(Stored data)
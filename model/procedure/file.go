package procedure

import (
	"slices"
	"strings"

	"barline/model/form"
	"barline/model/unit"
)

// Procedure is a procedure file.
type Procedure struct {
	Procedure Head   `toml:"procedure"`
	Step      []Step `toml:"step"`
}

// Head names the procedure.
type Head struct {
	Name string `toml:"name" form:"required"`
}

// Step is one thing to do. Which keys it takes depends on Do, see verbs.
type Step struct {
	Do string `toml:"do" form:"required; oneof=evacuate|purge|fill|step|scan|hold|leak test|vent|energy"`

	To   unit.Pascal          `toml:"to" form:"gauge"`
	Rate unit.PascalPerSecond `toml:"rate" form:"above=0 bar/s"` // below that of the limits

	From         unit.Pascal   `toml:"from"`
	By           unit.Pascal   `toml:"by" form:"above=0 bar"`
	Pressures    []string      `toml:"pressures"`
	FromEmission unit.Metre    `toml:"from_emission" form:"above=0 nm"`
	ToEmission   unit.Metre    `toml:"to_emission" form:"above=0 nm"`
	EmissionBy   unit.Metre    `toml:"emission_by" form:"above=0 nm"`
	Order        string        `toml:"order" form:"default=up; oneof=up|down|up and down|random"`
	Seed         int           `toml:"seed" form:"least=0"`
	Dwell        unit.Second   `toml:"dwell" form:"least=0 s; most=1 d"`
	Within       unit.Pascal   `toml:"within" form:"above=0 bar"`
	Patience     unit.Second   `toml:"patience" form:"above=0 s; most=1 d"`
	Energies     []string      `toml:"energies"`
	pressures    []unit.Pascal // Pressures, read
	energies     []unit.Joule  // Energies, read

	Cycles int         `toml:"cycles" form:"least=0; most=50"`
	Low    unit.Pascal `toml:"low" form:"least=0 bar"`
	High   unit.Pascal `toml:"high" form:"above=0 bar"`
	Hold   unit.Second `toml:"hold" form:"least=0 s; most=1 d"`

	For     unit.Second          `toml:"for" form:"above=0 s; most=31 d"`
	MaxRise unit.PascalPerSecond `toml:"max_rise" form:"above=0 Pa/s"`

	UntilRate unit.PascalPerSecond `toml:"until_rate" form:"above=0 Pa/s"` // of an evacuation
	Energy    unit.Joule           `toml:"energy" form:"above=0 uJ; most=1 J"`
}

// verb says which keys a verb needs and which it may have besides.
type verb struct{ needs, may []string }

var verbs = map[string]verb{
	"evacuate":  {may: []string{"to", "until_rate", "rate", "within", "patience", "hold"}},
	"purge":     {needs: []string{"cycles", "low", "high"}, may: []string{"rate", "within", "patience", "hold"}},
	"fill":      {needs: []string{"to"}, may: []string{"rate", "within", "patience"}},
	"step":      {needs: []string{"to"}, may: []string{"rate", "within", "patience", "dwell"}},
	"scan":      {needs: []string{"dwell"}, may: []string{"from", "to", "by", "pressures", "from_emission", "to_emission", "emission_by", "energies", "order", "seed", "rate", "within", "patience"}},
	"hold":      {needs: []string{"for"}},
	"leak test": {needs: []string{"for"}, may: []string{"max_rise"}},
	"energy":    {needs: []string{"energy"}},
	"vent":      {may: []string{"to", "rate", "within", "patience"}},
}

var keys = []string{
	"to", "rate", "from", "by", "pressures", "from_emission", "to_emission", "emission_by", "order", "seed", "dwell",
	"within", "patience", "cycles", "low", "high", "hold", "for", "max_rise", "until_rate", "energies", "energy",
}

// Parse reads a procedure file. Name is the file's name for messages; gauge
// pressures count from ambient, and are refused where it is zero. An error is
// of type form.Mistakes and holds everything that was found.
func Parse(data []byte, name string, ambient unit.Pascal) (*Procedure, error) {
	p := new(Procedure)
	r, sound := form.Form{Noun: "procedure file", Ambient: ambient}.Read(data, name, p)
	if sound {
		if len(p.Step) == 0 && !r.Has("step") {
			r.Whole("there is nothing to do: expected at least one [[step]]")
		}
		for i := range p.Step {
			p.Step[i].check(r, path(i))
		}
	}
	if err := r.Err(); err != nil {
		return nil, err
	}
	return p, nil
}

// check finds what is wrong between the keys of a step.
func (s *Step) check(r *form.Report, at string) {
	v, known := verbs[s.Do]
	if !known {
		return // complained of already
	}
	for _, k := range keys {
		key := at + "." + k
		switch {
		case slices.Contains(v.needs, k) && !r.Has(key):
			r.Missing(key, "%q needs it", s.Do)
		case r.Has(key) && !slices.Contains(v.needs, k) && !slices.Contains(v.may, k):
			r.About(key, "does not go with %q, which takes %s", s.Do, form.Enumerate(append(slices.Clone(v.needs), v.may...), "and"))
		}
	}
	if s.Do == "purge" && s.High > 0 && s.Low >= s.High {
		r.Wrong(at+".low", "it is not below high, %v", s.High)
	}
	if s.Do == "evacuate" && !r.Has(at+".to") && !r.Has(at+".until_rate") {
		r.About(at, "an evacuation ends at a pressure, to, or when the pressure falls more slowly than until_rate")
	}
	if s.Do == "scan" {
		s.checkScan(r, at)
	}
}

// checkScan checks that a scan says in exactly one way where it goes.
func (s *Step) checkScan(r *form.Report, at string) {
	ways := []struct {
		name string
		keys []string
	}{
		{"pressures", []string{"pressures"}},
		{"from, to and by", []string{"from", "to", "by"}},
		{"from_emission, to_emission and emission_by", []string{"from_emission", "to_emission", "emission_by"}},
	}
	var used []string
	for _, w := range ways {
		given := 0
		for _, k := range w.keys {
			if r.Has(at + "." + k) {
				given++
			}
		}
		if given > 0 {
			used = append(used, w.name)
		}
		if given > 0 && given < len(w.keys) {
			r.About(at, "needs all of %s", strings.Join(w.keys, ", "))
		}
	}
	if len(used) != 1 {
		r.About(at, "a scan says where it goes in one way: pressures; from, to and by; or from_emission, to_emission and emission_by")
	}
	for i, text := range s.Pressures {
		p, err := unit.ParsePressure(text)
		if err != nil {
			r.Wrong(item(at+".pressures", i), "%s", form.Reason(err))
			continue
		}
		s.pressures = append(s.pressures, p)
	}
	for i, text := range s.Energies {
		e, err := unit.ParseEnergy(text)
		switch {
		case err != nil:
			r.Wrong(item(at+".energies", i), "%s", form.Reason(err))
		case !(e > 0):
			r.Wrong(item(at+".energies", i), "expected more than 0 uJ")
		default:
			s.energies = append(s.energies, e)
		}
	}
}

* [WHAT TO DO]
Would you set down every entry again, exactly?

* [EXERCISE RESPONSE]
filename model/procedure/file.go
package procedure

import (
	"slices"
	"strings"

	"barline/model/form"
	"barline/model/unit"
)

// Procedure is a procedure file.
type Procedure struct {
	Procedure Head   `toml:"procedure"`
	Step      []Step `toml:"step"`
}

// Head names the procedure.
type Head struct {
	Name string `toml:"name" form:"required"`
}

// Step is one thing to do. Which keys it takes depends on Do, see verbs.
type Step struct {
	Do string `toml:"do" form:"required; oneof=evacuate|purge|fill|step|scan|hold|leak test|vent|energy"`

	To   unit.Pascal          `toml:"to" form:"gauge"`
	Rate unit.PascalPerSecond `toml:"rate" form:"above=0 bar/s"` // below that of the limits

	From         unit.Pascal   `toml:"from"`
	By           unit.Pascal   `toml:"by" form:"above=0 bar"`
	Pressures    []string      `toml:"pressures"`
	FromEmission unit.Metre    `toml:"from_emission" form:"above=0 nm"`
	ToEmission   unit.Metre    `toml:"to_emission" form:"above=0 nm"`
	EmissionBy   unit.Metre    `toml:"emission_by" form:"above=0 nm"`
	Order        string        `toml:"order" form:"default=up; oneof=up|down|up and down|random"`
	Seed         int           `toml:"seed" form:"least=0"`
	Dwell        unit.Second   `toml:"dwell" form:"least=0 s; most=1 d"`
	Within       unit.Pascal   `toml:"within" form:"above=0 bar"`
	Patience     unit.Second   `toml:"patience" form:"above=0 s; most=1 d"`
	Energies     []string      `toml:"energies"`
	pressures    []unit.Pascal // Pressures, read
	energies     []unit.Joule  // Energies, read

	Cycles int         `toml:"cycles" form:"least=0; most=50"`
	Low    unit.Pascal `toml:"low" form:"least=0 bar"`
	High   unit.Pascal `toml:"high" form:"above=0 bar"`
	Hold   unit.Second `toml:"hold" form:"least=0 s; most=1 d"`

	For     unit.Second          `toml:"for" form:"above=0 s; most=31 d"`
	MaxRise unit.PascalPerSecond `toml:"max_rise" form:"above=0 Pa/s"`

	UntilRate unit.PascalPerSecond `toml:"until_rate" form:"above=0 Pa/s"` // of an evacuation
	Energy    unit.Joule           `toml:"energy" form:"above=0 uJ; most=1 J"`
}

// verb says which keys a verb needs and which it may have besides.
type verb struct{ needs, may []string }

var verbs = map[string]verb{
	"evacuate":  {may: []string{"to", "until_rate", "rate", "within", "patience", "hold"}},
	"purge":     {needs: []string{"cycles", "low", "high"}, may: []string{"rate", "within", "patience", "hold"}},
	"fill":      {needs: []string{"to"}, may: []string{"rate", "within", "patience"}},
	"step":      {needs: []string{"to"}, may: []string{"rate", "within", "patience", "dwell"}},
	"scan":      {needs: []string{"dwell"}, may: []string{"from", "to", "by", "pressures", "from_emission", "to_emission", "emission_by", "energies", "order", "seed", "rate", "within", "patience"}},
	"hold":      {needs: []string{"for"}},
	"leak test": {needs: []string{"for"}, may: []string{"max_rise"}},
	"energy":    {needs: []string{"energy"}},
	"vent":      {may: []string{"to", "rate", "within", "patience"}},
}

var keys = []string{
	"to", "rate", "from", "by", "pressures", "from_emission", "to_emission", "emission_by", "order", "seed", "dwell",
	"within", "patience", "cycles", "low", "high", "hold", "for", "max_rise", "until_rate", "energies", "energy",
}

// Parse reads a procedure file. Name is the file's name for messages; gauge
// pressures count from ambient, and are refused where it is zero. An error is
// of type form.Mistakes and holds everything that was found.
func Parse(data []byte, name string, ambient unit.Pascal) (*Procedure, error) {
	p := new(Procedure)
	r, sound := form.Form{Noun: "procedure file", Ambient: ambient}.Read(data, name, p)
	if sound {
		if len(p.Step) == 0 && !r.Has("step") {
			r.Whole("there is nothing to do: expected at least one [[step]]")
		}
		for i := range p.Step {
			p.Step[i].check(r, path(i))
		}
	}
	if err := r.Err(); err != nil {
		return nil, err
	}
	return p, nil
}

// check finds what is wrong between the keys of a step.
func (s *Step) check(r *form.Report, at string) {
	v, known := verbs[s.Do]
	if !known {
		return // complained of already
	}
	for _, k := range keys {
		key := at + "." + k
		switch {
		case slices.Contains(v.needs, k) && !r.Has(key):
			r.Missing(key, "%q needs it", s.Do)
		case r.Has(key) && !slices.Contains(v.needs, k) && !slices.Contains(v.may, k):
			r.About(key, "does not go with %q, which takes %s", s.Do, form.Enumerate(append(slices.Clone(v.needs), v.may...), "and"))
		}
	}
	if s.Do == "purge" && s.High > 0 && s.Low >= s.High {
		r.Wrong(at+".low", "it is not below high, %v", s.High)
	}
	if s.Do == "evacuate" && !r.Has(at+".to") && !r.Has(at+".until_rate") {
		r.About(at, "an evacuation ends at a pressure, to, or when the pressure falls more slowly than until_rate")
	}
	if s.Do == "scan" {
		s.checkScan(r, at)
	}
}

// checkScan checks that a scan says in exactly one way where it goes.
func (s *Step) checkScan(r *form.Report, at string) {
	ways := []struct {
		name string
		keys []string
	}{
		{"pressures", []string{"pressures"}},
		{"from, to and by", []string{"from", "to", "by"}},
		{"from_emission, to_emission and emission_by", []string{"from_emission", "to_emission", "emission_by"}},
	}
	var used []string
	for _, w := range ways {
		given := 0
		for _, k := range w.keys {
			if r.Has(at + "." + k) {
				given++
			}
		}
		if given > 0 {
			used = append(used, w.name)
		}
		if given > 0 && given < len(w.keys) {
			r.About(at, "needs all of %s", strings.Join(w.keys, ", "))
		}
	}
	if len(used) != 1 {
		r.About(at, "a scan says where it goes in one way: pressures; from, to and by; or from_emission, to_emission and emission_by")
	}
	for i, text := range s.Pressures {
		p, err := unit.ParsePressure(text)
		if err != nil {
			r.Wrong(item(at+".pressures", i), "%s", form.Reason(err))
			continue
		}
		s.pressures = append(s.pressures, p)
	}
	for i, text := range s.Energies {
		e, err := unit.ParseEnergy(text)
		switch {
		case err != nil:
			r.Wrong(item(at+".energies", i), "%s", form.Reason(err))
		case !(e > 0):
			r.Wrong(item(at+".energies", i), "expected more than 0 uJ")
		default:
			s.energies = append(s.energies, e)
		}
	}
}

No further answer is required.